Recent studies have explored contrastive self-supervised learning in remote sensing. SeCo (Mañas et al., 2021) demonstrated that their pre-trained model outperformed Imagenet (Russakovsky et al., 2014) pre-trained models on several landcover classification benchmarks. Some studies have implemented multi-modal contrastive learning approaches in remote sensing images, aligning optical (Sentinel-2) with radar (Sentinel-1) images (Scheibenreif et al., 2022; Liu et al., 2022).

In the realm of time series tasks for remote sensing, limited work has been done on contrastive learning. The work from (Yuan et al., 2023) is one such study that focuses on developing pre-trained a model for crop classification using only the field parcel boundaries to identify similar pairs.

For tabular data in contrastive machine learning, there exist methods such as SCARF (Bahri et al., 2021), SAINT (Somepalli et al., 2021), and VIME (Yoon et al., 2020). SCARF uses random feature corruption techniques for augmentation. SAINT modifies Tabtransformer (Huang et al., 2020) to handle both categorical and continuous data, using Cutmix (Yun et al., 2019) and Mixup (Zhang et al., 2017) for augmentation. VIME is another self-supervised method for tabular data, using feature corruption and masking instead of contrastive learning.
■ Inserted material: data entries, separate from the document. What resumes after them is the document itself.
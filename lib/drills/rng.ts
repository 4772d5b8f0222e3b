/**
 * Seedable random numbers for drill generators, so the same seed gives the same drills.
 */
import type { Rng } from "./types";

/**
 * A mulberry32 generator: a 32-bit state, values in [0, 1).
 *
 * @example
 * const rng = mulberry32(7);
 * const a = rng(); // same value every time the seed is 7
 */
export function mulberry32(seed: number): Rng {
  let state = seed >>> 0;
  return () => {
    state = (state + 0x6d2b79f5) >>> 0;
    let t = state;
    t = Math.imul(t ^ (t >>> 15), t | 1);
    t ^= t + Math.imul(t ^ (t >>> 7), t | 61);
    return ((t ^ (t >>> 14)) >>> 0) / 4294967296;
  };
}

/**
 * A whole number in [min, max], both ends included.
 *
 * @example
 * randomInt(mulberry32(1), 1, 6); // a die roll
 */
export function randomInt(rng: Rng, min: number, max: number): number {
  return min + Math.floor(rng() * (max - min + 1));
}

/**
 * One element of a non-empty list.
 *
 * @example
 * pick(mulberry32(3), ["a", "b", "c"]);
 */
export function pick<T>(rng: Rng, items: readonly T[]): T {
  if (items.length === 0) throw new RangeError("pick needs at least one item");
  return items[Math.min(items.length - 1, Math.floor(rng() * items.length))];
}
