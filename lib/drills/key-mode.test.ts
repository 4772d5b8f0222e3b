import { Key, Scale } from "tonal";
import { describe, expect, test } from "vitest";
import { makeContext } from "./build";
import { keyLabel, keyScaleNotes, passageKey, scaleNameOf } from "./key-mode";
import { pitchName } from "./spell";
import { drillText, makePassage } from "./test-passages";
import { scaleRhythm, scaleRhythmOptions } from "./families/scale-rhythm";
import { generateSequence, sequenceOptions } from "./families/sequence";

const C = { fifths: 0, mode: "major" };

describe("key-mode", () => {
  test("a passage round A with its leading tone G♯ is in A minor; one round C stays in C major (common practice)", () => {
    expect(passageKey(makePassage({ right: "A4/8 C5/8 E5/8 G#4/8 A4/2", left: "A2/2 E3/2", key: C }))).toEqual({ tonic: "A", mode: "minor", fifths: 0 });
    expect(passageKey(makePassage({ right: "C4/8 E4/8 G4/8 C5/8 B4/8 D5/8 C5/4", key: C }))).toEqual({ tonic: "C", mode: "major", fifths: 0 });
    // Relative minor of E♭ major is C minor (tonal Key.majorKey("Eb").minorRelative).
    expect(passageKey(makePassage({ right: "C5/8 Eb5/8 G5/8 B4/8 C5/2", left: "C3/2 G2/2", key: { fifths: -3, mode: "major" } })).tonic).toBe(Key.majorKey("Eb").minorRelative);
    // A signature marked minor is kept; a note or two cannot overturn the signature.
    expect(passageKey(makePassage({ right: "C5/2 E5/2", key: { fifths: 0, mode: "minor" } })).mode).toBe("minor");
    expect(passageKey(makePassage({ right: "A4/1", key: C })).mode).toBe("major");
    // Under one sharp, a bar round A with G♯ centres on A minor (seen in the gallery: Wolf, bars 3–4);
    // without a note of its own (no G♯, no F natural) a neighbouring key is never chosen.
    const g = { fifths: 1, mode: "major" };
    expect(passageKey(makePassage({ right: "[C4,E4,A4]/4 B4/16 C5/16 D5/16 E5/16 F#5/16 G#5/16 [C5,E5,A5]/2", left: "A2/2 E3/2", key: g }))).toEqual({ tonic: "A", mode: "minor", fifths: 0 });
    expect(passageKey(makePassage({ right: "D4/8 F#4/8 A4/8 D5/8 C5/8 A4/8 F#4/4", left: "D3/2 D3/2", key: g })).fifths).toBe(1);
  });

  test("scales are tonal's: Scale.get for major, Key.minorKey(...)[form].scale for minor (reference: tonal)", () => {
    const a = { tonic: "A", mode: "minor" as const, fifths: 0 };
    expect(keyScaleNotes(a, "harmonic")).toEqual(Key.minorKey("A").harmonic.scale);
    expect(keyScaleNotes(a, "melodic")).toEqual(Key.minorKey("A").melodic.scale);
    expect(keyScaleNotes(a, "natural")).toEqual(Scale.get("A minor").notes);
    expect(keyScaleNotes({ tonic: "Eb", mode: "major", fifths: -3 })).toEqual(Scale.get("Eb major").notes);
    expect(scaleNameOf(a, "melodic")).toBe("A melodic minor");
    expect(keyLabel({ tonic: "Eb", mode: "major", fifths: -3 })).toBe("E♭ major");
  });

  test("scale-rhythm on an A minor passage plays A minor in the chosen form, not C major (DRILL-RUBRIC scale-rhythm)", () => {
    const p = makePassage({ right: "A4/8 B4/8 C5/8 B4/8 A4/8 G#4/8 A4/4", left: "A2/2 E2/2", key: C });
    for (const form of ["harmonic", "melodic"] as const) {
      const [d] = scaleRhythm.generate(p, scaleRhythmOptions.parse({ minorForm: form }), makeContext()).drills;
      expect(d.title).toMatch(new RegExp(`^A ${form} minor scale`));
      const up = drillText(d.score.events, 1).slice(0, 7).map((t) => t.split(":")[0].replace(/-?\d+$/, ""));
      expect(up).toEqual(Key.minorKey("A")[form].scale); // reference: tonal
    }
  });

  test("a diatonic sequence in F♯ minor moves E♯ to F♯, never F𝄪 (DRILL-RUBRIC sequence: no kept accidentals)", () => {
    const p = makePassage({ right: "F#4/8 E#4/8 F#4/8 G#4/8 A4/8 G#4/8 F#4/8 C#4/8", left: "F#2/2 C#3/2", key: { fifths: 3, mode: "major" } });
    const d = generateSequence(p, sequenceOptions.parse({ repetitions: 3 }), makeContext()).drills.find((x) => x.variant === "sequence")!;
    const names = d.score.events.filter((e) => e.pitch).map((e) => pitchName(e.pitch!));
    expect(names.slice(0, 8)).toEqual(["F#4", "E#4", "F#4", "G#4", "G#4", "F#4", "G#4", "A4"]);
    for (const e of d.score.events) if (e.pitch) expect(Math.abs(e.pitch.alter)).toBeLessThan(2);
  });
});
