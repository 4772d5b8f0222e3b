import { describe, expect, test } from "vitest";
import { mulberry32, pick, randomInt } from "./rng";

describe("rng", () => {
  test("the same seed repeats the same sequence, another seed differs", () => {
    const a = mulberry32(42);
    const b = mulberry32(42);
    const c = mulberry32(43);
    const seqA = [a(), a(), a()];
    expect([b(), b(), b()]).toEqual(seqA);
    expect([c(), c(), c()]).not.toEqual(seqA);
  });

  test("values stay in [0, 1) and spread over the range", () => {
    const rng = mulberry32(1);
    const values = Array.from({ length: 2000 }, () => rng());
    expect(values.every((v) => v >= 0 && v < 1)).toBe(true);
    const mean = values.reduce((s, v) => s + v, 0) / values.length;
    expect(mean).toBeGreaterThan(0.45);
    expect(mean).toBeLessThan(0.55);
  });

  test("randomInt covers both ends; pick stays inside the list", () => {
    const rng = mulberry32(9);
    const seen = new Set(Array.from({ length: 500 }, () => randomInt(rng, 1, 3)));
    expect([...seen].sort()).toEqual([1, 2, 3]);
    expect(["x", "y"]).toContain(pick(rng, ["x", "y"]));
    expect(() => pick(rng, [])).toThrow(RangeError);
  });
});
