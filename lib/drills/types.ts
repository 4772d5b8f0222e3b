/**
 * Shared shapes of the drill library: every family has the same signature and returns `Drill`s.
 * Types that several modules of lib/drills need live here; this file imports nothing from lib/drills,
 * so it can never close an import circle (import-cycles.test.ts checks the whole folder).
 */
import type { z } from "zod";
import type { Hand, Passage, Score } from "../score/types";

/**
 * Fingering work shared by the drills of one `generateDrills` call: the passage's own estimate per
 * hand (by passage object) and finished estimates per hand and note sequence (span.ts fills it).
 */
export interface FingeringMemo {
  readonly passage: WeakMap<Passage, Map<Hand, ReadonlyMap<string, number>>>;
  readonly sequences: Map<string, readonly (number | null)[]>;
}

/** Problem tags a teacher puts on a knot (trade words). */
export const PROBLEM_TAGS = [
  "rhythm",
  "evenness",
  "rotation",
  "lateral move",
  "release",
  "leap",
  "voicing",
  "stretch",
  "coordination",
] as const;
export type ProblemTag = (typeof PROBLEM_TAGS)[number];

/** A student's hand: comfortable 1–5 span and the keyboard's octave width. */
export interface HandProfile {
  /** Comfortable span from thumb to little finger, in millimetres. */
  readonly spanMm: number;
  /** Octave width of the keyboard played on, in millimetres (standard 165.1). */
  readonly octaveMm: number;
}

/** The widest stretch one hand needs in a drill. */
export interface SpanReport {
  readonly semitones: number;
  readonly mm: number;
  /** Over the profile's comfortable span. */
  readonly overComfortable: boolean;
  /** Over the practical limit (comfortable span plus the allowance in hand.ts). */
  readonly overPractical: boolean;
}

export interface DrillWarning {
  readonly code: "span" | "range" | "repetition" | "estimated-fingering" | string;
  readonly message: string;
}

export interface Drill {
  /** Family id, e.g. "blocking". */
  readonly family: string;
  /** Variant id within the family, e.g. "block-then-tap". */
  readonly variant: string;
  readonly title: string;
  /** Why a teacher would give this drill (short, plain words). */
  readonly teacherNote: string;
  /** How the student practises it (short, plain words). */
  readonly studentNote: string;
  readonly hands: Hand | "both";
  /** A small, complete score, ready for `writeMusicXML`. */
  readonly score: Score;
  /**
   * Quarter-note metronome marks; `beat` gives the same marks in the meter's beat when that is not
   * a quarter (a dotted quarter in 6/8: quarter 90 is "♩. = 60").
   */
  readonly tempo: {
    readonly start: number;
    readonly target: number;
    readonly beat?: { readonly symbol: string; readonly start: number; readonly target: number };
  };
  readonly maxSpan: { readonly right?: SpanReport; readonly left?: SpanReport };
  readonly warnings: readonly DrillWarning[];
  /**
   * Per event id of `score.events`: where its fingering came from — written in the score, estimated,
   * prescribed by the drill itself (e.g. a scale's standard fingering), or none.
   */
  readonly fingeringSource: Readonly<Record<string, "score" | "estimated" | "drill" | "none">>;
}

/** Seedable random source in [0, 1). */
export type Rng = () => number;

export interface DrillContext {
  readonly profile: HandProfile;
  readonly rng: Rng;
  /** When true (default), generators that move notes stay within the profile's span. */
  readonly safety: boolean;
  /** Fingering estimates shared by the drills of one run (made per context when absent). */
  readonly fingeringMemo?: FingeringMemo;
  /** Most bars a drill may have; default the larger of 8 and twice the passage (see `length.ts`). */
  readonly maxBars?: number;
}

/** What a family returns: its drills, or why it does not apply to this passage. */
export interface FamilyResult {
  readonly drills: readonly Drill[];
  readonly skipped?: string;
}

export interface DrillFamily<O extends z.ZodType = z.ZodType> {
  readonly id: string;
  /** Short label for menus. */
  readonly label: string;
  /** One sentence for the teacher. */
  readonly describe: string;
  /** Options, validated by the same schema in the form and in the server action. */
  readonly options: O;
  readonly generate: (passage: Passage, options: z.output<O>, ctx: DrillContext) => FamilyResult;
}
When it comes to various loss functions similar to SimCLR, there exists loss functions such as MoCo (He et al., 2019), BYOL (Grill et al., 2020), DiNo (Caron et al., 2021), and Barlow twins (Zbontar et al., 2021). Each has its own advantages and disadvantages.

3 Methods

3.1 Bi-modal self-supervised learning

Figure 1 illustrates the experiment setup of our bi-modal contrastive learning method. The most common choice for tabular data is a fully connected network (MLP). Inspired by the skip connection mechanism of ResNets (He et al., 2015), we use ResMLP as our backbone. ResMLP is a standard MLP with additional skip connections to the previous layers. The ResMLP employed in this work is an 8-layer network with approximately 550K parameters. Two different networks are employed for contrastive learning. The backbone network serves as the feature extractor, producing representations from the input data, while the projector network is responsible for optimizing the contrastive loss function, which aligns similar representations and separates dissimilar ones. In the bi-modal contrastive approach, the networks are not shared between the two modalities due to the different input dimensions of both sources, thus two different networks are used for each modality. In our case, we denote the backbone network for Sentinel-2 by $E_s:{\mathbb{R}}^{12}\to {\mathbb{R}}^{256}$ and the network for Planetscope by $E_p:{\mathbb{R}}^{36}\to {\mathbb{R}}^{256}$. Similarly, the projector network is denoted by $P_s:{\mathbb{R}}^{256}\to {\mathbb{R}}^{256}$ and $P_p:{\mathbb{R}}^{256}\to {\mathbb{R}}^{256}$ for Sentinel-2 and Planetscope, respectively. Here, 12 refers to 12 spectral bands of Sentinel-2, and 36 refers to 4 spectral bands of $3\times 3$ Planetscope pixels flattened to a 36-dimensional vector. Equation 1 provides a mathematical formulation of the SimCLR loss function (Chen et al., 2020) used in our work. For the pre-training, we adapt the SimCLR loss to our bi-modal setup:

$l_{x_{is},x_{ip}}=-\log \frac{r_{\mathit{iisp}}}{{\displaystyle \sum _{k=1,k\ne i}^N}{r}_{\mathit{ikss}}+{\displaystyle \sum _{m=1,m\ne i}^N}{r}_{\mathit{imsp}}}(\mathrm{1a})$

where

$r_{\mathit{ijsp}}=\exp \left(\frac{sim\left(z_{is},z_{jp}\right)}{\tau }\right)(\mathrm{1b})$

and

$sim\left(z_{is},z_{jp}\right)=\frac{z_{is}^T{z}_{jp}}{‖z_{is}‖‖z_{jp}‖}.(\mathrm{1c})$

Figure 1

Figure 1. Schematic setup of our bi-modal self-supervised experiment. (A) The top part illustrates the bi-modal setup, where corresponding pixels indicated by red bordered colored boxes are randomly selected. Sentinel-2 and Planetscope data are passed through their respective backbone and projector networks. The outputs are aligned by optimizing the contrastive loss to attract similar and repel dissimilar pairs. Two spherical diagrams on the right side show how the projection of the data is randomly distributed before and after training. The similar pairs get aligned simultaneously maintaining uniformity in the latent hypersphere space. A sample of pixel collection is shown for one timestamp as an example. Similarly, data for pre-training are collected from other timestamps. (B) The bottom part shows the training of a downstream task, where raw Sentinel-2 data is fed through the pre-trained Sentinel-2 backbone. The output is then fed to different base models for conventional supervised learning, optimizing the standard cross entropy loss for multi-class classification. (A) Setup of pre-training the network using Sentinel-2 and Planetscope data (B) Setup of downstream experiment Sentinel-2 data.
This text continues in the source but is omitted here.